Beta-Binomial Probabilities

Usage

dBetaBinomial(r, n, a, b, log = FALSE)

Arguments

r, n

number of successes (responders) out of n

a, b

parameters of the Beta distribution for response probability

Details

r,n,a,b can be scalar or vectors.
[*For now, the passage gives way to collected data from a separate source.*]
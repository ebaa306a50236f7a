/** The module map cannot be built from its input: a bad setting, or records that contradict each other (a bug upstream). */
export class ModuleMapError extends Error {
  constructor(message: string) {
    super(`analyzer/modules: ${message}`);
    this.name = 'ModuleMapError';
  }
}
If vectors are used, they must be of the same length

See Also

pBetaBinomial, rBetaBinomial

Examples

Run this code
# NOT RUN {
# }
# NOT RUN {
# Ex1: Predictive distribution for uniform p
Ex1 =  dBetaBinomial( r=0:9,n=9,a=1,b=1)
Ex1

# Ex2: Predictive distribution at interim: n1=20, n=50
# Interim data: 4/20
# Probability to have 6 or more responders in 50 patients?
# That is: predictive probability >=2 in remaining 30?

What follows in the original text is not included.